Overall there is a substantial portion of revenue forecasted which is as a result of the pandemic and no doubt all agreements from 2020 onwards have been structured in response to expected demand with forecasts made for after the pandemic once structural changes to society take hold. 

The pandemic has created a heightened awareness towards microbial and viral controls and Zoono will no doubt benefit from their position within the marketplace however time will tell to what degree the vaccine will alter protocols towards health and safety standards.

Think it is expected that the sales forecasts for agreements made at the start of the pandemic are potentially inflated and these should be discounted somewhat however there is further scope for growth which sits outside of the revenue forecast as noted in the clarification above. Failure of distibutors to hit targets is also a risk and this has been evident over the past couple of years through legal proceedings. Monitoring the performance of existing agreements is hard and can only be done on a gross revenue level.

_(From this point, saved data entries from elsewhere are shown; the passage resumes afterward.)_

// SPDX-License-Identifier: GPL-3.0-or-later
#include "db/certificate.h"

#include <algorithm>
#include <map>

#include "base/folders.h"
#include "db/csv.h"
#include "words.h"

using namespace soak;

namespace {

QString demo(const char* file) { return QString::fromStdString((productPath("db/demo") / file).string()); }

Certificate fromText(const QByteArray& text) { return must(readCertificateText(text, "test.csv")); }

const Heat& heat(const std::vector<Heat>& heats, const QString& number) {
    const auto found = std::find_if(heats.begin(), heats.end(), [&](const Heat& h) { return h.number == number; });
    if (found == heats.end()) FAIL("no heat " + number.toStdString());
    return *found;
}

double wt(const Analysis& analysis, const char* element) {
    const auto found = analysis.find(element);
    if (found == analysis.end() || !found->second.wt) FAIL("no value for " << element);
    return *found->second.wt;
}

}  // namespace

TEST_CASE("every row of the demonstration delivery is answered as expected", "[certificate]") {
    const CsvTable expected =
        must(CsvTable::read(TEST_DATA_DIR "/delivery_expected.csv", {"line", "heat", "outcome", "says"}));
    const Certificate certificate = must(readCertificate(demo("heats.csv")));
    REQUIRE(certificate.rows.size() == expected.size());
    std::map<int, const DeliveryItem*> item_at;  // by the line that an item began with
    const std::vector<DeliveryItem> delivery = certificate.delivery();
    for (const DeliveryItem& item : delivery) item_at[item.heat.source.section(' ', -1).toInt()] = &item;
    CHECK(delivery.size() == 61);

    const DeliveryItem* cast = nullptr;
    for (size_t i = 0; i < expected.size(); ++i) {
        const QString number = expected.text(i, "heat"), outcome = expected.text(i, "outcome"),
                      says = expected.text(i, "says");
        INFO(number.toStdString() << ", line " << expected.text(i, "line").toStdString());
        const CertificateRow& row = certificate.rows[i];
        CHECK(row.heat.number == number);
        CHECK(row.line == expected.text(i, "line").toInt());
        if (number == "D7718" && outcome == "usable") cast = item_at.at(row.line);
        const DeliveryItem* item = outcome == "second product" ? cast : item_at.at(row.line);
        REQUIRE(item);
        CHECK(item->held.isEmpty() == (outcome != "held"));
        if (outcome == "held") CHECK_THAT(item->held.toStdString(), Catch::StartsWith(says.toStdString()));
        if (outcome != "held") CHECK_THAT(item->findings.join('\n').toStdString(), Catch::Contains(says.toStdString()));
        if (outcome == "usable" && says.isEmpty()) CHECK(item->findings.isEmpty());
    }
}

TEST_CASE("the delivery's heats carry what was written", "[certificate]") {
    const std::vector<Heat> heats = must(readCertificate(demo("heats.csv"))).heats();
    CHECK(heats.size() == 56);
    CHECK(heat(heats, "004731").grade == "1.2379");
    CHECK(heat(heats, "52E104").analysis.at("N").raw == "45 ppm");
    CHECK(wt(heat(heats, "52E104").analysis, "N") == 0.0045);
    CHECK(heat(heats, "F2407/1").product_form == "casting");
    CHECK_FALSE(heat(heats, "F2411/4").section_mm);
    CHECK_FALSE(heat(heats, "D7731").analysis.at("N").wt);
    CHECK(heat(heats, "503240").analysis.at("Cr").raw == "18,19");
    CHECK(heat(heats, "503118").analysis.at("Nb").less_than);
    const Heat& cast = heat(heats, "D7718");
    REQUIRE(cast.other_products.size() == 1);
    CHECK(cast.other_products[0].form == "plate");
    CHECK(*cast.other_products[0].section_mm == 40);
    CHECK(*cast.section_mm == 110);
    CHECK(std::none_of(heats.begin(), heats.end(), [](const Heat& h) {
        return std::any_of(h.analysis.begin(), h.analysis.end(),
                           [](const auto& content) { return content.second.wt.value_or(0) < 0; });
    }));
}

TEST_CASE("a mill's export gives 15 heats and 30 analyses, none from other rows", "[certificate]") {
    const Certificate certificate = must(readCertificate(demo("cert-export.csv")));
    CHECK(certificate.rows.size() == 30);
    CHECK(std::all_of(certificate.rows.begin(), certificate.rows.end(), [](const auto& row) { return row.usable(); }));
    std::map<QString, int> others;
    for (const OtherLine& line : certificate.others) ++others[line.what];
    CHECK(others == std::map<QString, int>{{"header", 2}, {"units", 2}, {"limits", 2}, {"total", 1}, {"text", 8}});

    const std::vector<Heat> heats = certificate.heats();
    CHECK(heats.size() == 15);
    for (const Heat& h : heats) {
        INFO(h.number.toStdString());
        CHECK(h.analysis_kind == "ladle");
        REQUIRE(h.other_analyses.size() == 1);
        CHECK(h.other_analyses[0].kind == "product");
        CHECK(h.other_products.empty());
        CHECK(h.analysis.count("Fe") == 0);  // the balance is no content
    }
    const Heat& first = heat(heats, "D7718");
    CHECK(first.grade == "X2CrNiMoN22-5-3 / 1.4462");
    CHECK(first.product_form == "bar");
    CHECK(wt(first.analysis, "P") == 0.024);  // column in thousandths
    CHECK(wt(first.analysis, "N") == 0.172);  // column in ppm
    CHECK(wt(first.analysis, "B") == 0.0022);
    CHECK(wt(first.analysis, "O") == 0.0028);
    CHECK(wt(first.analysis, "Al") == 0.011);
    CHECK(wt(first.other_analyses[0].analysis, "Cr") == 22.27);
    const Heat& censored = heat(heats, "D7751");
    CHECK(censored.analysis.at("S").less_than);
    CHECK(wt(censored.analysis, "S") == 0.001);
    CHECK(censored.analysis.at("Ti").less_than);
    CHECK_FALSE(censored.analysis.at("Ti").wt);
    CHECK(*heat(heats, "D 7740").section_mm == 18);
    CHECK_FALSE(heat(heats, "D8825").other_analyses[0].analysis.at("C").wt);
    CHECK(wt(heat(heats, "D8825").analysis, "C") == 0.018);
}

TEST_CASE("exactly four typed cells differ from the mill's export", "[certificate]") {
    const std::vector<Heat> typed = must(readCertificate(demo("heats.csv"))).heats();
    const Certificate file = must(readCertificate(demo("heats.csv")));
    QStringList differ;
    for (const Heat& mill : must(readCertificate(demo("cert-export.csv"))).heats()) {
        const QString number = QString(mill.number).remove(' ');
        for (const CertificateRow& row : file.rows) {
            if (row.heat.number != number || differ.contains(number + " seen")) continue;
            for (const auto& [element, content] : row.heat.analysis)
                if (content.wt != mill.analysis.at(element).wt)
                    differ << number + " " + QString::fromStdString(element);
            break;
        }
    }
    CHECK(differ == QStringList{"D7731 N", "D7745 Mo", "D7745 N", "D8820 Cr"});
}

TEST_CASE("headers are understood in any case, with old names and units", "[certificate]") {
    const Certificate c =
        fromText("Cast;STEEL GRADE;cb;CR;N ppm;al tot;Al sol.;Mn [%]\nA1;304;0,02;18;450;0,01;0,005;1,2\n");
    CHECK(c.taken_for == QStringList{"heat", "grade", "Nb", "Cr", "N", "Al", "", "Mn"});
    const std::vector<Heat> heats = c.heats();
    REQUIRE(heats.size() == 1);
    CHECK(wt(heats[0].analysis, "Nb") == 0.02);
    CHECK(wt(heats[0].analysis, "N") == 0.045);
    CHECK(wt(heats[0].analysis, "Al") == 0.01);
}

TEST_CASE("a product row stands beside the ladle row whichever comes first", "[certificate]") {
    const std::vector<Heat> heats = fromText("heat,analysis,C,Cr,Ni\nA,P,0.02,18.1,8\nA,L,0.03,18,8.1\n").heats();
    REQUIRE(heats.size() == 1);
    CHECK(heats[0].analysis_kind == "ladle");
    CHECK(wt(heats[0].analysis, "C") == 0.03);
    CHECK(wt(heats[0].other_analyses.at(0).analysis, "C") == 0.02);
}

TEST_CASE("rows that cannot be used are held with the reason, the others go on", "[certificate]") {
    const Certificate c = fromText(
        "heat,grade,analysis,C,Cr,Ni\n"
        "A,304,L,0,05,18,8\n"   // a decimal comma without quotes
        ",304,L,0.05,18,8\n"    // no number
        "B,304,X,0.05,18,8\n"   // neither ladle nor product
        "C,304,L,0.05,60,50\n"  // 110 %
        "D,304,L,0.05,18,8\n"
        "E,304,L,0.05\n"         // ends early
        "D,316,L,0.05,18,8\n");  // same number, another grade
    const std::vector<DeliveryItem> items = c.delivery();
    REQUIRE(items.size() == 7);
    CHECK_THAT(items[0].held.toStdString(), Catch::Contains("line 2: 7 cells under a header of 6"));
    CHECK_THAT(items[1].held.toStdString(), Catch::Contains("line 3, column heat: the heat number is missing"));
    CHECK_THAT(items[2].held.toStdString(), Catch::Contains("neither ladle nor product"));
    CHECK_THAT(items[3].held.toStdString(), Catch::Contains("column Cr: \"60\": the analysis adds up to 110.0"));
    CHECK_THAT(items[4].held.toStdString(), Catch::Contains("different grades: 304 here and 316 in line 8"));
    CHECK(items[5].held.isEmpty());
    CHECK_THAT(items[5].findings.join('\n').toStdString(), Catch::Contains("the row ends after 4 of 6 cells"));
    CHECK_FALSE(items[6].held.isEmpty());
    CHECK(c.heats().size() == 1);
}

TEST_CASE("a row that names a heat and has no analysis is held, not dropped", "[certificate]") {
    const Certificate c = fromText("heat,grade,product,C,Cr,Ni\nA,304,bar,,,\nB,304,bar,0.05,18,8\nsee page 2,,,,,\n");
    REQUIRE(c.rows.size() == 2);
    CHECK(c.rows[0].held == "line 2: the row has no analysis");
    CHECK(c.rows[1].usable());
    CHECK(c.others.back().what == "text");
}

TEST_CASE("sums up to 100.5 % pass, and a bound is not added", "[certificate]") {
    CHECK(fromText("heat,C,Cr,Ni,Fe\nA,0.5,20,10,70\n").heats().size() == 1);
    CHECK(fromText("heat,C,Cr,Ni,Fe\nA,0.6,20,10,70\n").heats().empty());
    CHECK(fromText("heat,C,Cr,Ni,Fe\nA,<0.6,20,10,70\n").heats().size() == 1);
}

TEST_CASE("a file that is no certificate is refused, a broken one never crashes", "[certificate]") {
    CHECK_THAT(refusal(readCertificateText("a,b,c\n1,2,3\n", "x.csv")),
               Catch::StartsWith("x.csv: no header row found"));
    CHECK_THAT(refusal(readCertificateText("", "x.csv")), Catch::Contains("no header row"));
    CHECK_THAT(refusal(readCertificate("/nowhere/x.csv")), Catch::Contains("/nowhere/x.csv cannot be read"));
    // Cut and damaged at every place: the reader must answer something each time.
    const QByteArray whole = must(readFile(demo("cert-export.csv")));
    for (qsizetype cut = 0; cut < whole.size(); cut += 97) {
        QByteArray bytes = whole.left(cut);
        if (cut % 2) bytes.append("\";;\xFF\0\"", 6);
        const Result<Certificate> read = readCertificateText(bytes, "cut.csv");
        if (!read) continue;
        CHECK(read.value().heats().size() <= 15);
        for (const CertificateRow& row : read.value().rows) CHECK(row.line > 0);
    }
}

Prior to the pandemic Zoono were increasing market share of the back of a revised B2B strategy and still have good growth prospects in agriculture and china in general. They have eluded to strong market interest in numerous industries and no doubt industry/governments will look to microbial controls as a way of safeguarding and kickstarting  the economic recovery for the next few years in essential industries. 

A conservative valuation still places their current share price below intrinsic value and should the SP continue to fall this would afford for a healthy margin of safety. Consistent monitoring would need to be in place to ensure Zoono capitalises on further sale prospects whilst existing distrbitutor agreements maintain their targets and monthly revenue trends in the right direction. 

Currently dont hold shares but would look to invest if the share price stays at (or drops below) the current level with a couple of announcements RE new agreements being made along the way. Risk that business activity subsides as recovery progresses is one to be monitored moving forward.